The Ambassador in Nicaragua ( Whelan ) to the Department of State 1
- Policy Toward Nicaragua
In view of possible adjustments of our policy toward Latin America, this Embassy wonders if the time is not appropriate to invite the Department’s attention to the strategic importance of the Republic of Nicaragua, not only in relation to Hemispheric Defense but also in relation to the spread of Communism from Guatemala.
President Somoza previously informed this Embassy unofficially that he would like to have Nicaragua considered for Military Grant aid under the Mutual Security Act and that he would like Military Training Missions for the Nicaraguan National Guard and the Air Force. The request for the Air Mission was finally transmitted through official channels and a Mission will arrive in April. He has not asked officially for military aid or a mission to train the National Guard because he has heard from some source that we would refuse the request.
Whatever may have been the reason for the Department’s disinclination to consider military aid for Nicaragua, the Embassy believes it was based upon conditions which no longer exist. This country has undergone an almost complete transformation within the last ten years. One has but to read the report of the Mission of the International Bank for Reconstruction and Development to get a picture of the tremendous changes in the economy of the country and the almost boundless opportunities for its future development. The general political situation (which will shortly be reviewed in a report from this Embassy) is stable for the first time during this century. Despite the widespread impression to the contrary, Somoza is not a dictator in the true sense of the word. Somoza’s political enemies have joined him. Most of them have grown old and feeble. The Embassy knows of no one who could successfully challenge his political position.[Page 1376]
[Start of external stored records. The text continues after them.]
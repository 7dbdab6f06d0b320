/**
 * P. Debye, H. Falkenhagen, Physik. Z. 29 (1928) 121, 401; H. Falkenhagen, Electrolytes (1934): relaxation time of the ionic atmosphere.
 * Provenance: from memory, confidence medium (0.553e-9 s for KCl 0.1 mol/L at 18 degC).
 */
import { describe, expect, it } from 'vitest';
import { highestMeasuringFrequency, relaxationTime } from '../../shared/science/onsager.ts';
import { relativeError } from './relative-error.ts';

describe('relaxation of the ionic atmosphere', () => {
  it('takes 0.553 ns in KCl 0.1 mol/L at 18 degC, with the permittivity 81 of the time', () => {
    const seconds = relaxationTime({
      concentrationMolL: 0.1,
      molarConductivity: 129.65,
      temperatureC: 18,
      relativePermittivity: 81,
    });
    expect(relativeError(seconds, 0.553e-9)).toBeLessThan(1e-3);
  });

  it('takes 46.3 ns at 0.001 mol/L and 25 degC', () => {
    const seconds = relaxationTime({ concentrationMolL: 0.001, molarConductivity: 149.85, temperatureC: 25 });
    expect(relativeError(seconds, 4.63e-8)).toBeLessThan(1e-3);
  });

  it('lets ordinary bridges of 0.1 to 10 kHz see no dispersion in any solution of 5 uS/cm or more', () => {
    const hertz = highestMeasuringFrequency({
      concentrationMolL: 3.4e-5,
      molarConductivity: 149,
      temperatureC: 25,
    });
    expect(hertz).toBeGreaterThan(10_000);
  });
});
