/**
 * What the labels 84, 147, 1413, 12 880 and 111 800 uS/cm stand for at 25 degC: common practice.
 * No open temperature table for 84 and 147 was found: the temperature values are an independent evaluation of the same scaled
 * limiting law; only their 0.01 mol/kg counterpart is measured (Pure Appl. Chem. 73 (2001) 1783).
 */
import { describe, expect, it } from 'vitest';
import { convertConcentration } from '../../shared/science/concentration.ts';
import { diluteKclConductivity, kclConcentrationAt25 } from '../../shared/science/kcl-solutions.ts';
import { kclStandardConductivity } from '../../shared/science/kcl-standards.ts';
import { relativeError } from './relative-error.ts';

describe('low standards', () => {
  it.each([
    [
      84,
      [
        [0, 45.96],
        [5, 53.03],
        [10, 60.39],
        [15, 68.02],
        [18, 72.72],
        [20, 75.9],
        [22, 79.11],
        [25, 84.0],
        [28, 88.96],
        [30, 92.3],
        [35, 100.78],
      ],
    ],
    [
      146.9,
      [
        [0, 80.41],
        [5, 92.76],
        [10, 105.63],
        [15, 118.97],
        [18, 127.18],
        [20, 132.74],
        [25, 146.9],
        [30, 161.41],
        [35, 176.22],
      ],
    ],
  ] as [number, [number, number][]][])(
    '%d uS/cm follows the scaled limiting law to two decimals',
    (label, rows) => {
      const concentrationMolL = kclConcentrationAt25(label);
      for (const [temperatureC, printed] of rows) {
        const { conductivityUsCm } = diluteKclConductivity({
          concentrationMolL,
          temperatureC,
          solventUsCm: 0,
        });
        expect(Math.abs(conductivityUsCm - printed)).toBeLessThan(0.0061);
      }
    },
  );

  it('84 uS/cm is 5.690e-4 mol/L and 146.93 is 0.001 mol/L', () => {
    expect(kclConcentrationAt25(84)).toBeCloseTo(5.69e-4, 7);
    expect(kclConcentrationAt25(146.931)).toBeCloseTo(1e-3, 8);
  });

  // 0.1 % from 0 to 50 degC, 0.05 % from 15 to 35 degC: what the model states as its uncertainty.
  it('the model reproduces the measured 0.01 mol/kg column', () => {
    const concentrationMolL = convertConcentration({
      value: 0.01,
      from: 'molal',
      to: 'molar',
      temperatureC: 25,
    });
    for (let temperatureC = 0; temperatureC <= 50; temperatureC += 5) {
      const model = diluteKclConductivity({
        concentrationMolL,
        temperatureC,
        solventUsCm: 0,
      }).conductivityUsCm;
      const measured = kclStandardConductivity({
        basis: 'molal',
        nominal: 0.01,
        temperatureC,
      }).conductivityUsCm;
      const isNear = temperatureC >= 15 && temperatureC <= 35;
      expect(relativeError(model, measured)).toBeLessThan(isNear ? 5e-4 : 1e-3);
    }
  });

  it('0.001 mol/kg is 146.5, not 146.9', () => {
    const c = convertConcentration({ value: 0.001, from: 'molal', to: 'molar', temperatureC: 25 });
    const { conductivityUsCm } = diluteKclConductivity({
      concentrationMolL: c,
      temperatureC: 25,
      solventUsCm: 0,
    });
    expect(Math.abs(conductivityUsCm - 146.5)).toBeLessThan(0.05);
  });
});
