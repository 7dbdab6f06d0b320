import type { FormEvent } from 'react';
import { useRef, useState } from 'react';
import type { IssuedCredentials } from '../../../../../shared/contracts/devices.ts';
import { Button } from '../../../components/ui/button.tsx';
import { Dialog } from '../../../components/ui/dialog.tsx';
import { Field } from '../../../components/ui/field.tsx';
import { TextInput } from '../../../components/ui/text-input.tsx';
import { useSubmission } from '../../../lib/use-submission.ts';
import { useIssueCredentials } from '../api.ts';

export interface IssueCredentialsDialogProps {
  probe: { id: number; tag: string };
  onClose: () => void;
  onIssued: (issued: IssuedCredentials) => void;
}

export function IssueCredentialsDialog({ probe, onClose, onIssued }: IssueCredentialsDialogProps) {
  const form = useRef<HTMLFormElement>(null);
  const [name, setName] = useState(probe.tag);
  const issue = useIssueCredentials();
  const { isPending, refusal, issueFor, submit } = useSubmission(form);
  const send = async (event?: FormEvent) => {
    event?.preventDefault();
    const isDone = await submit(async () => onIssued(await issue.mutateAsync({ probeId: probe.id, name })));
    if (isDone) onClose();
  };
  return (
    <Dialog
      isOpen
      onClose={onClose}
      isLocked={isPending}
      title={`Issue credentials for ${probe.tag}`}
      sentence="A device signs in with its name and a password of its own, and may speak only for this probe. The password is shown once, next."
      actions={
        <>
          <Button kind="primary" isPending={isPending} onClick={() => send()}>
            Issue credentials
          </Button>
          <Button onClick={onClose} disabled={isPending}>
            Cancel
          </Button>
        </>
      }
    >
      <form ref={form} onSubmit={(event) => void send(event)} noValidate>
        <Field
          label="Device name"
          hint="It is also its user name and part of its topics. It cannot be changed later."
          error={issueFor('name')}
        >
          <TextInput
            value={name}
            autoCapitalize="none"
            spellCheck={false}
            autoFocus
            onChange={(event) => setName(event.target.value)}
          />
        </Field>
        {refusal ? (
          <p className="field-error" role="alert">
            {refusal}
          </p>
        ) : null}
      </form>
    </Dialog>
  );
}
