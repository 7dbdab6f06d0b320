import { ButtonLink } from '../components/ui/button.tsx';
import { useSession } from '../features/sessions/session-context.ts';
import { SiteList } from '../features/sites/components/site-list.tsx';
import { paths } from '../paths.ts';
import { SettingsTabs } from './settings-tabs.tsx';

export default function SitesPage() {
  const { can } = useSession();
  return (
    <>
      <SettingsTabs />
      <SiteList
        addLink={
          can.createSite ? (
            <ButtonLink kind="primary" to={paths.newSite.to()}>
              Add a site
            </ButtonLink>
          ) : null
        }
      />
    </>
  );
}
It seems to have been customary in some quarters to have attacked Somoza’s character. The Embassy agrees that he appears to have an insatiable thirst for money and a considerable love of power. Nevertheless, the Embassy believes in his expressions of friendship for the United States. During the last war he virtually offered to turn this country over to us. He says (and we believe him), he would do so again. He has consistently instructed his delegates to United Nations Assemblies to cast their votes in support of the policy of the United States. He once offered his services in combatting the spread of communism from Guatemala but cancelled his plans when he learned they were unacceptable to us. He has repeatedly said that he would do exactly as we say, and we know of nothing in his record that shows any inclination to fail us in international matters. It is probably true that he admires Latin America’s “strong men”—including, for that matter, Peron—but he recognizes that his country’s real ties are with the United States.
He said in a press interview in New York some months ago, in reply to questions about political conditions in this hemisphere, “we are tied to the United States, if it should fail, obviously we will all fail.”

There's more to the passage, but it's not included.